[Opening RECORDS SUPPLIED section]

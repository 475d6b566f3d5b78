"""Section 1, study at a glance: aims, DGMs and true values, estimands, methods, measures."""

from __future__ import annotations

import json
import math
from collections import Counter

from estbench.analyse.measures import MEASURES
from estbench.report import data as report_data
from estbench.report.model import ReportModel, value_text
from estbench.report.sections.base import SectionInputs
from estbench.simulate.dgms import describe_spec
from estbench.simulate.dgms.common import params_text

#: The entry of the page's table of contents.
TITLE = "Study at a glance"
#: The name the template gives this section's content.
KEY = "glance"

#: In the compact layout's row of a DGM: distinct true values listed per estimand
#: (more are given as a range), and swept values listed in full (more are cut).
TRUTHS_LISTED = 4
VALUES_LISTED = 6


def _truth_text(model: ReportModel, families) -> list[str]:
    """'mean = 10' per estimand the estimators target; several values if they vary over
    the scenarios of *families*, or, over several families, their range when there
    are more than TRUTHS_LISTED."""
    out = []
    for estimand in model.targets():
        truths = [t for f in families for s in f.scenarios if (t := model.truth(s["scenario"], estimand))]
        values = list(dict.fromkeys(format(t["value"], ".6g")
                                    + (f" (MCSE {t['mcse']:.2g})" if t["mcse"] else "") for t in truths))
        if not values:
            continue
        if len(families) > 1 and len(values) > TRUTHS_LISTED:
            finite = [t["value"] for t in truths if _finite(t["value"])]
            values = [f"{len(values)} values"
                      + (f" from {min(finite):.6g} to {max(finite):.6g}" if finite else "")]
        crb = any(_finite(t["crb"]) for t in truths)
        out.append(f"{estimand} = {' / '.join(values)}" + (" · Cramér–Rao bound known" if crb else ""))
    return out


def _finite(x) -> bool:
    return x is not None and math.isfinite(x)


def _values_text(values: list) -> str:
    """'0, 1, 2, …, 199 (200 values)': a swept parameter's values, the long lists cut."""
    shown = [value_text(v) for v in values]
    if len(shown) <= VALUES_LISTED:
        return ", ".join(shown)
    return ", ".join(shown[:3]) + f", …, {shown[-1]} ({len(shown)} values)"


def _dgm_rows(model: ReportModel) -> list[dict]:
    """The DGM table: a row per setting, or per DGM (its swept values listed) when compact."""
    per_dgm = Counter(f.dgm for f in model.families)
    if not model.compact:
        return [{"dgm": f.dgm, "first": i == 0 or model.families[i - 1].dgm != f.dgm,
                 "description": f.scenarios[0]["dgm_description"], "rows": per_dgm[f.dgm],
                 "spec": describe_spec(f.scenarios[0]["spec"]), "swept": None,
                 "truths": _truth_text(model, [f])}
                for i, f in enumerate(model.families)]
    rows = []
    for dgm in per_dgm:
        families = [f for f in model.families if f.dgm == dgm]
        names = list(dict.fromkeys(k for f in families for k in f.swept))
        swept = [f"{k} = {_values_text(list(dict.fromkeys(f.swept[k] for f in families if k in f.swept)))}"
                 for k in names]
        rows.append({"dgm": dgm, "first": True, "description": families[0].scenarios[0]["dgm_description"],
                     "rows": 1, "spec": describe_spec(families[0].scenarios[0]["spec"]),
                     "swept": (f"(the first of {len(families)} settings, swept over "
                               + "; ".join(swept) + ")") if swept else None,
                     "truths": _truth_text(model, families)})
    return rows


def glance(model: ReportModel, con) -> dict:
    counts = model.counts
    per_pair = [c["rows"] for c in counts]
    dgms = _dgm_rows(model)
    hashes = {h["estimator"]: h for h in report_data.code_hashes(con)}
    estimators = [{**e, "args_text": params_text(e["args"]) or "—", "hash": hashes.get(e["estimator"])}
                  for e in model.estimators]
    present = {r["measure"] for r in model.performance}
    targets = json.loads(model.study["targets"] or "{}")
    estimands = [{"estimand": t, "estimators": model.estimator_names(t)} for t in model.targets()]
    return {
        "rows": sum(per_pair), "failed": sum(c["failed"] for c in counts), "estimands": estimands,
        "failure_warnings": len(model.failure_warnings()),
        "pairs_min": min(per_pair, default=0), "pairs_max": max(per_pair, default=0),
        "pairs": len(per_pair), "pairs_expected": len(model.scenarios) * len(model.estimators),
        "dgms": dgms, "sample_sizes": sorted({s["n"] for s in model.scenarios}),
        "estimators": estimators,
        "measures": [{"label": m.label, "formula": m.formula, "target": targets.get(m.name)}
                     for m in MEASURES if m.name in present],
        "provenance": report_data.provenance_summary(con),
        "environments": report_data.environments(con),
    }


# ------------------------------------------------------------------ precision


def build(inputs: SectionInputs) -> dict:
    return glance(inputs.model, inputs.con)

[Closing RECORDS SUPPLIED section]

ACTIVITY:
Using the records above, restate word for word the lines from the one with "per_dgm = Counter(f.dgm" through the one with "dgms = _dgm_rows(model)", both included.

WRITTEN RESPONSE:
    per_dgm = Counter(f.dgm for f in model.families)
    if not model.compact:
        return [{"dgm": f.dgm, "first": i == 0 or model.families[i - 1].dgm != f.dgm,
                 "description": f.scenarios[0]["dgm_description"], "rows": per_dgm[f.dgm],
                 "spec": describe_spec(f.scenarios[0]["spec"]), "swept": None,
                 "truths": _truth_text(model, [f])}
                for i, f in enumerate(model.families)]
    rows = []
    for dgm in per_dgm:
        families = [f for f in model.families if f.dgm == dgm]
        names = list(dict.fromkeys(k for f in families for k in f.swept))
        swept = [f"{k} = {_values_text(list(dict.fromkeys(f.swept[k] for f in families if k in f.swept)))}"
                 for k in names]
        rows.append({"dgm": dgm, "first": True, "description": families[0].scenarios[0]["dgm_description"],
                     "rows": 1, "spec": describe_spec(families[0].scenarios[0]["spec"]),
                     "swept": (f"(the first of {len(families)} settings, swept over "
                               + "; ".join(swept) + ")") if swept else None,
                     "truths": _truth_text(model, families)})
    return rows


def glance(model: ReportModel, con) -> dict:
    counts = model.counts
    per_pair = [c["rows"] for c in counts]
    dgms = _dgm_rows(model)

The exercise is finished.